The Heaths wrote Made to Stick as a companion book to Malcolm Gladwell’s The Tipping Point. In that book, Gladwell addressed the concept of “The Stickiness Factor” and observed that innovations are more likely to reach the tipping point when they’re sticky. Inspired, the Heaths took that “stickiness” concept and set out to find what exactly makes some ideas stick while others disappear.

Made to Stick documents their findings – that while there is no “formula” for a sticky idea, sticky ideas come from a common set of six traits: simplicity, unexpectedness, concreteness, credibility, emotions, and stories. The cutesy acronym they came up with for this was a Simple Unexpected Concrete Credentialed Emotional Story or SUCCESs.

Sounds easy, right? So why aren’t all ideas sticky? The problem (or villain in this tale) is the Curse of Knowledge. In other words, those telling the story assume details that the Average Joe just doesn’t know. To elaborate, the Heaths cite a study of “tappers” and “listeners” done at Stanford.

In the experiment, researcher Elizabeth Newton assigned two groups of people a role – that of a tapper or that of a listener. The tappers than had to tap out the rhythm of a well known song like Happy Birthday or The Star Spangled Banner. The listeners then had to figure out which song was being tapped. Tappers were asked ahead of time to predict the odds that listeners would guess correctly. They predicted 50%. In actuality, tappers only guessed right 2.5% – quite a discrepancy!

As tappers tapped the song, they, of course, had the song playing in their head. It was obvious to them what they were tapping to. You can’t tap Happy Birthday without hearing the melody. But listeners didn’t have that bit of knowledge, so what they hear is a bunch of disconnected taps that sound like Morse Code. Tappers were astounded by how listeners seemed to struggle when, to them, the melody was completely obvious.

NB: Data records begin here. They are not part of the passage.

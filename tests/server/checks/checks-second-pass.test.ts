import request from 'supertest';
import { afterAll, beforeAll, describe, expect, it } from 'vitest';
import type { Finding } from '../../../shared/rules/types';
import { uploadImport } from '../../../server/imports/imports.service';
import { createTestApp, type TestApp } from '../../helpers/test-app';
import { coil410a, heatPump410a, inline } from './check-bodies';

let t: TestApp;
let airHandlerId = 0;

const auth = () => ({ Authorization: `Bearer ${t.tokenFor('tech')}` });
const post = (body: object) => request(t.app).post('/api/checks').set(auth()).send(body);

/**
 * An air handler imported with a blower table in the catalog CSV's compact column (invented figures,
 * shaped like published fan data), its heat kit's rated voltage and a leak sensor (Issue 12).
 */
beforeAll(async () => {
  t = await createTestApp();
  const csv =
    'model,kind,min_tons,max_tons,airflow_cfm,blower_table,refrigerants,heat_kit_kw,heat_kit_rated_voltage,leak_sensor\n' +
    'ZK-AH36,air-handler,2,3.5,1400,low:0.3=950/0.7=800;med:0.3=1150/0.7=1000;high:0.3=1400/0.7=1230,R-410A,10,230,yes\n';
  const result = await uploadImport(t.ctx, {
    buffer: Buffer.from(csv),
    fileName: 'air-handlers.csv',
    kind: 'air-handlers',
    dryRun: false,
    userId: t.users.admin.id,
  });
  expect(result).toBeDefined();
  const res = await request(t.app).get('/api/catalog/air-handlers').set(auth()).expect(200);
  airHandlerId = res.body.items[0].id;
  // A certificate directory row naming a model family (Issue 12 item 9)
  const combos = 'outdoor_model,indoor_model,seer2,eer2,hspf2,reference\nZT-HP3?-*,ZT-COIL-3*,15.1,12,7.9,FAMILY-ROW\n';
  await uploadImport(t.ctx, {
    buffer: Buffer.from(combos),
    fileName: 'rated.csv',
    kind: 'rated-combinations',
    dryRun: false,
    userId: t.users.admin.id,
  });
});
afterAll(async () => {
  await t.close();
});

describe('catalog air handler with a blower table (Issue 12 correction 1)', () => {
  it('when imported, then the catalog item carries the parsed table, the kit voltage and the sensor', async () => {
    const res = await request(t.app).get('/api/catalog/air-handlers').set(auth()).expect(200);
    expect(res.body.items[0]).toMatchObject({
      heatKitRatedVoltage: 230,
      leakSensor: true,
      blowerTable: [
        {
          tap: 'low',
          points: [
            { staticInWc: 0.3, cfm: 950 },
            { staticInWc: 0.7, cfm: 800 },
          ],
        },
        {
          tap: 'med',
          points: [
            { staticInWc: 0.3, cfm: 1150 },
            { staticInWc: 0.7, cfm: 1000 },
          ],
        },
        {
          tap: 'high',
          points: [
            { staticInWc: 0.3, cfm: 1400 },
            { staticInWc: 0.7, cfm: 1230 },
          ],
        },
      ],
    });
  });

  it('when the static is measured at 0.7 in. w.c., then the check names the high tap as the one inside the band', async () => {
    // 3 tons needs 1050–1350 CFM (350–450 CFM/ton, common practice (no source)); at 0.7: med 1000 (below), high 1230 (inside)
    const res = await post({
      scope: 'new-system',
      outdoor: inline(heatPump410a),
      indoorCoil: inline(coil410a),
      airHandler: { id: airHandlerId },
      site: { externalStaticInWc: 0.7 },
    }).expect(200);
    const [f] = res.body.findings.filter((x: Finding) => x.ruleId === 'airflow.per-ton');
    expect(f).toMatchObject({ severity: 'info', values: { tapsInBand: 'high' } });
  });

  it('when no static is given, then the rated 1400 CFM (467 CFM/ton) is a caution, not a blocker', async () => {
    const res = await post({
      scope: 'new-system',
      outdoor: inline(heatPump410a),
      indoorCoil: inline(coil410a),
      airHandler: { id: airHandlerId },
    }).expect(200);
    const severities = res.body.findings.filter((x: Finding) => x.ruleId === 'airflow.per-ton').map((x: Finding) => x.severity);
    expect(severities).toEqual(['caution', 'info']);
  });

  it('when the blower table text is malformed in a typed nameplate, then 422 says how it should read', async () => {
    const res = await post({
      scope: 'new-system',
      outdoor: inline(heatPump410a),
      airHandler: inline({ kind: 'air-handler', blowerTable: 'low 900' }),
    }).expect(422);
    expect(res.body.error.details[0]).toMatchObject({
      path: 'airHandler.spec.blowerTable',
      message: expect.stringContaining('tap:static=CFM'),
    });
  });
});

describe('rated combinations by model family (Issue 12 item 9)', () => {
  it('when a family row is imported, then a check of a member pairing finds it and names the row', async () => {
    const res = await post({
      scope: 'new-system',
      site: { state: 'FL' },
      outdoor: inline(heatPump410a),
      indoorCoil: inline(coil410a),
    }).expect(200);
    const rated = res.body.findings.find((f: Finding) => f.ruleId === 'rating.rated-combination');
    expect(rated.detail).toContain('(row ZT-HP3?-* with ZT-COIL-3*)');
    expect(res.body.findings.map((f: Finding) => f.ruleId)).not.toContain('rating.no-rated-combination');
  });

  it('when the models fall outside the family, then no rating is claimed', async () => {
    const res = await post({
      scope: 'new-system',
      outdoor: inline({ ...heatPump410a, model: 'ZT-HP48-T1' }),
      indoorCoil: inline(coil410a),
    }).expect(200);
    expect(res.body.findings.map((f: Finding) => f.ruleId)).toContain('rating.no-rated-combination');
  });
});

describe('electrical second-pass facts through the API (Issue 12 item 11)', () => {
  it('when the disconnect is not within sight and the cable is NM-B, then both findings come back', async () => {
    // NEC 440.14 (within sight); NM-B held to 60 °C (NEC 334.80): 10 AWG copper = 30 A < 35 A MCA (NEC Table 310.16)
    const res = await post({
      scope: 'new-system',
      outdoor: inline({ ...heatPump410a, mcaAmps: 35, mocpAmps: 50 }),
      electrical: {
        breakerAmps: 40,
        wireAwg: 10,
        wireMaterial: 'copper',
        terminalRatingC: 75,
        conductorType: 'nm-b',
        disconnect: { withinSight: false, ratingAmps: 60 },
      },
    }).expect(200);
    const blockers = res.body.findings.filter((f: Finding) => f.severity === 'blocker').map((f: Finding) => f.ruleId);
    expect(blockers).toEqual(expect.arrayContaining(['electrical.disconnect', 'electrical.wire-ampacity']));
  });

  it('when the conductor type is not a choice, then 422 in plain words', async () => {
    const res = await post({ scope: 'new-system', outdoor: inline(heatPump410a), electrical: { conductorType: 'romex' } }).expect(422);
    expect(res.body.error.details).toEqual([
      { path: 'electrical.conductorType', message: 'Choose the wire type: NM-B cable, UF-B cable, THHN in conduit or SE cable' },
    ]);
  });
});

And that’s the problem we all face when trying to make an idea stick. We already know why it should be sticky and find it extremely difficult to remember what life was like when we didn’t know it. But the people we’re communicating these ideas to live in that world. They can listen as much as they’d like – or we’d like them to – but they don’t hear the melody that’s playing in our heads as we tap out our ideas to them. And that’s where these six traits come into play.

The book is laid out in six chapters each focusing on one of the six traits. Each chapter contains lots of great examples and “Idea Clinics” which are practical, real-life exercises that walk you through the process of making an idea stickier. These Clinics are separate from the text so that those who want to skip them can easily do so. I found them extremely helpful, so I’d advise against skipping them.

Made to Stick is a must read for advertisers and communicators who want to create a message that spreads. It’s an entertaining, well researched read that will leave you with ideas you can put into practice immediately.